■ EXERCISE DIRECTIONS: An exact copy of every record below is what's needed here.

■ AVAILABLE RECORDS:
=-=-=

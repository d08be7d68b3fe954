"""Ten minutes in which nobody is sick: a ship passes close by, own shots every ten seconds, the array turns.

    python tests/process/health_long.py [--seconds 600] [--closest 40]

Prints every hydrophone that was said to be anything but good, with second and reason, and what ingest cost. Exit
status 0: none. The suite runs a short form.
"""

import argparse
import os
import sys
import tempfile
from collections.abc import Iterator
from dataclasses import dataclass
from pathlib import Path

import numpy as np
from rig import ArrayModel, Block, Service, block_message, encode_samples
from rig.sea import Mover, far_contact, isotropic_sea, sea_density_db, shot_signal

ARRAY = ArrayModel(channels=48, spacing_m=0.375, rate_hz=8000.0, full_scale_v=250.0)
START = 1_796_133_600 * 10**9
BLOCK = 1000
SHIP_DB, OWN_DB = 150.0, 140.0  # density at 100 Hz and 1 m
SHOT_DB = 225.0  # peak at 1 m


@dataclass(frozen=True)
class Told:
    """seconds judged; accused, {(hydrophone, state): (first second, why)}; ingest_load, processor over feed time."""

    seconds: int
    accused: dict[tuple[int, str], tuple[int, str]]
    ingest_load: float


def ship_noise(level_db: float, tones: dict[float, float], seed: int, length_s: float = 30.0) -> np.ndarray:
    """At 1 m, repeated after `length_s`: noise that falls as the sea's does, and lines {Hz: dB re 1 micropascal m}."""
    n = int(length_s * ARRAY.rate_hz)
    rng, f = np.random.default_rng(seed), np.fft.rfftfreq(n, 1 / ARRAY.rate_hz)
    amplitude = np.sqrt(10 ** ((sea_density_db(f) - 85 + level_db) / 10) * ARRAY.rate_hz * n / 4)
    amplitude[(f < 20) | (f > 0.4 * ARRAY.rate_hz)] = 0
    sound = np.fft.irfft(amplitude * rng.standard_normal((len(f), 2)).view(complex)[:, 0], n)
    t = np.arange(n) / ARRAY.rate_hz
    return sound + sum(np.sqrt(2) * 10 ** (db / 20) * np.sin(2 * np.pi * hz * t) for hz, db in tones.items())


def movers(seconds: float, closest_m: float) -> list[Mover]:
    """A ship past the array's side; own ship and its shots ahead, which swing round it in the turn."""
    turn = [seconds * share for share in (0.0, 0.55, 0.6, 0.8, 0.85, 1.0)]
    reach = 2.5 * seconds  # 5 m/s
    rate = ARRAY.rate_hz
    ship = ((0.0, -reach, closest_m), (seconds, reach, closest_m))
    own = zip(turn, (180.0, 180.0, 120.0, -60.0, 180.0, 180.0), (0.0, 0.0, 130.0, 170.0, 0.0, 0.0), strict=True)
    guns = zip(turn, (120.0, 120.0, 100.0, -20.0, 120.0, 120.0), (0.0, 0.0, 70.0, 120.0, 0.0, 0.0), strict=True)
    return [
        Mover(ship_noise(SHIP_DB, {62.0: 160.0, 124.0: 157.0, 310.0: 155.0}, 31), rate, ship),
        Mover(ship_noise(OWN_DB, {50.0: 150.0}, 32), rate, tuple(own)),
        Mover(shot_signal(rate, 10.0, 30.0, 10 ** (SHOT_DB / 20)), rate, tuple(guns)),
    ]


def blocks(seconds: float, closest_m: float) -> Iterator[Block]:
    x_m, rate = ARRAY.positions_m[:, 0], ARRAY.rate_hz
    period = int(min(seconds, 40.0) * rate)
    sea = isotropic_sea(x_m, period, rate, seed=9) + far_contact(x_m, 60.0, 88.0, period, rate)
    near = movers(seconds, closest_m)
    for first in range(0, int(seconds * rate), BLOCK):
        sound = sea[:, np.arange(first, first + BLOCK) % period]
        sound = sound + sum(mover.heard(x_m, first / rate, BLOCK) for mover in near)
        yield Block(
            first,
            BLOCK,
            START + round(first / rate * 1e9),
            encode_samples(sound / ARRAY.full_scale_upa, "f4", "channel"),
        )


def processor_s(pid: int) -> float:
    fields = Path(f"/proc/{pid}/stat").read_text().rpartition(")")[2].split()
    return (int(fields[11]) + int(fields[12])) / os.sysconf("SC_CLK_TCK")


def watch(seconds: float, folder: Path, closest_m: float = 40.0) -> Told:
    """Send it all and collect what was said."""
    accused: dict[tuple[int, str], tuple[int, str]] = {}
    band = ARRAY.band(frame=8192, beams=9, band_hz=[100.0, 600.0])
    with Service(ARRAY.settings(band), folder) as service, service.listener("health", "status") as listener:
        processes = listener.of("status")[-1].header["processes"]
        ingest = next(p["pid"] for p in processes if p["name"] == "ingest")
        begun = processor_s(ingest)
        with service.feeder() as feeder:
            for block in blocks(seconds, closest_m):
                feeder.send(block_message(ARRAY, block, "long", type="f4"))
        found = listener.wait_count("health", int(seconds), 60)
        load = (processor_s(ingest) - begun) / seconds
    for second, message in enumerate(found):
        for channel in message.header["channels"]:
            if channel["state"] != "good":
                accused.setdefault((channel["i"], channel["state"]), (second, channel["why"]))
    return Told(len(found), accused, load)


def main() -> int:
    parser = argparse.ArgumentParser(description=__doc__, formatter_class=argparse.RawDescriptionHelpFormatter)
    parser.add_argument("--seconds", type=float, default=600.0)
    parser.add_argument("--closest", type=float, default=40.0, help="of the ship, metres")
    arguments = parser.parse_args()
    with tempfile.TemporaryDirectory() as folder:
        told = watch(arguments.seconds, Path(folder), arguments.closest)
    for (i, state), (second, why) in sorted(told.accused.items()):
        print(f"hydrophone {i}: {state} from second {second}: {why}")
    count = len(told.accused)
    print(f"{told.seconds} s judged, {count} accusations; ingest took {told.ingest_load:.3f} of a core")
    return 1 if told.accused else 0


if __name__ == "__main__":
    sys.exit(main())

=-=-=

■ SOLUTION:
repository d08be7d68b3fe954
"""Ten minutes in which nobody is sick: a ship passes close by, own shots every ten seconds, the array turns.

    python tests/process/health_long.py [--seconds 600] [--closest 40]

Prints every hydrophone that was said to be anything but good, with second and reason, and what ingest cost. Exit
status 0: none. The suite runs a short form.
"""

import argparse
import os
import sys
import tempfile
from collections.abc import Iterator
from dataclasses import dataclass
from pathlib import Path

import numpy as np
from rig import ArrayModel, Block, Service, block_message, encode_samples
from rig.sea import Mover, far_contact, isotropic_sea, sea_density_db, shot_signal

ARRAY = ArrayModel(channels=48, spacing_m=0.375, rate_hz=8000.0, full_scale_v=250.0)
START = 1_796_133_600 * 10**9
BLOCK = 1000
SHIP_DB, OWN_DB = 150.0, 140.0  # density at 100 Hz and 1 m
SHOT_DB = 225.0  # peak at 1 m


@dataclass(frozen=True)
class Told:
    """seconds judged; accused, {(hydrophone, state): (first second, why)}; ingest_load, processor over feed time."""

    seconds: int
    accused: dict[tuple[int, str], tuple[int, str]]
    ingest_load: float


def ship_noise(level_db: float, tones: dict[float, float], seed: int, length_s: float = 30.0) -> np.ndarray:
    """At 1 m, repeated after `length_s`: noise that falls as the sea's does, and lines {Hz: dB re 1 micropascal m}."""
    n = int(length_s * ARRAY.rate_hz)
    rng, f = np.random.default_rng(seed), np.fft.rfftfreq(n, 1 / ARRAY.rate_hz)
    amplitude = np.sqrt(10 ** ((sea_density_db(f) - 85 + level_db) / 10) * ARRAY.rate_hz * n / 4)
    amplitude[(f < 20) | (f > 0.4 * ARRAY.rate_hz)] = 0
    sound = np.fft.irfft(amplitude * rng.standard_normal((len(f), 2)).view(complex)[:, 0], n)
    t = np.arange(n) / ARRAY.rate_hz
    return sound + sum(np.sqrt(2) * 10 ** (db / 20) * np.sin(2 * np.pi * hz * t) for hz, db in tones.items())


def movers(seconds: float, closest_m: float) -> list[Mover]:
    """A ship past the array's side; own ship and its shots ahead, which swing round it in the turn."""
    turn = [seconds * share for share in (0.0, 0.55, 0.6, 0.8, 0.85, 1.0)]
    reach = 2.5 * seconds  # 5 m/s
    rate = ARRAY.rate_hz
    ship = ((0.0, -reach, closest_m), (seconds, reach, closest_m))
    own = zip(turn, (180.0, 180.0, 120.0, -60.0, 180.0, 180.0), (0.0, 0.0, 130.0, 170.0, 0.0, 0.0), strict=True)
    guns = zip(turn, (120.0, 120.0, 100.0, -20.0, 120.0, 120.0), (0.0, 0.0, 70.0, 120.0, 0.0, 0.0), strict=True)
    return [
        Mover(ship_noise(SHIP_DB, {62.0: 160.0, 124.0: 157.0, 310.0: 155.0}, 31), rate, ship),
        Mover(ship_noise(OWN_DB, {50.0: 150.0}, 32), rate, tuple(own)),
        Mover(shot_signal(rate, 10.0, 30.0, 10 ** (SHOT_DB / 20)), rate, tuple(guns)),
    ]


def blocks(seconds: float, closest_m: float) -> Iterator[Block]:
    x_m, rate = ARRAY.positions_m[:, 0], ARRAY.rate_hz
    period = int(min(seconds, 40.0) * rate)
    sea = isotropic_sea(x_m, period, rate, seed=9) + far_contact(x_m, 60.0, 88.0, period, rate)
    near = movers(seconds, closest_m)
    for first in range(0, int(seconds * rate), BLOCK):
        sound = sea[:, np.arange(first, first + BLOCK) % period]
        sound = sound + sum(mover.heard(x_m, first / rate, BLOCK) for mover in near)
        yield Block(
            first,
            BLOCK,
            START + round(first / rate * 1e9),
            encode_samples(sound / ARRAY.full_scale_upa, "f4", "channel"),
        )


def processor_s(pid: int) -> float:
    fields = Path(f"/proc/{pid}/stat").read_text().rpartition(")")[2].split()
    return (int(fields[11]) + int(fields[12])) / os.sysconf("SC_CLK_TCK")


def watch(seconds: float, folder: Path, closest_m: float = 40.0) -> Told:
    """Send it all and collect what was said."""
    accused: dict[tuple[int, str], tuple[int, str]] = {}
    band = ARRAY.band(frame=8192, beams=9, band_hz=[100.0, 600.0])
    with Service(ARRAY.settings(band), folder) as service, service.listener("health", "status") as listener:
        processes = listener.of("status")[-1].header["processes"]
        ingest = next(p["pid"] for p in processes if p["name"] == "ingest")
        begun = processor_s(ingest)
        with service.feeder() as feeder:
            for block in blocks(seconds, closest_m):
                feeder.send(block_message(ARRAY, block, "long", type="f4"))
        found = listener.wait_count("health", int(seconds), 60)
        load = (processor_s(ingest) - begun) / seconds
    for second, message in enumerate(found):
        for channel in message.header["channels"]:
            if channel["state"] != "good":
                accused.setdefault((channel["i"], channel["state"]), (second, channel["why"]))
    return Told(len(found), accused, load)


def main() -> int:
    parser = argparse.ArgumentParser(description=__doc__, formatter_class=argparse.RawDescriptionHelpFormatter)
    parser.add_argument("--seconds", type=float, default=600.0)
    parser.add_argument("--closest", type=float, default=40.0, help="of the ship, metres")
    arguments = parser.parse_args()
    with tempfile.TemporaryDirectory() as folder:
        told = watch(arguments.seconds, Path(folder), arguments.closest)
    for (i, state), (second, why) in sorted(told.accused.items()):
        print(f"hydrophone {i}: {state} from second {second}: {why}")
    count = len(told.accused)
    print(f"{told.seconds} s judged, {count} accusations; ingest took {told.ingest_load:.3f} of a core")
    return 1 if told.accused else 0


if __name__ == "__main__":
    sys.exit(main())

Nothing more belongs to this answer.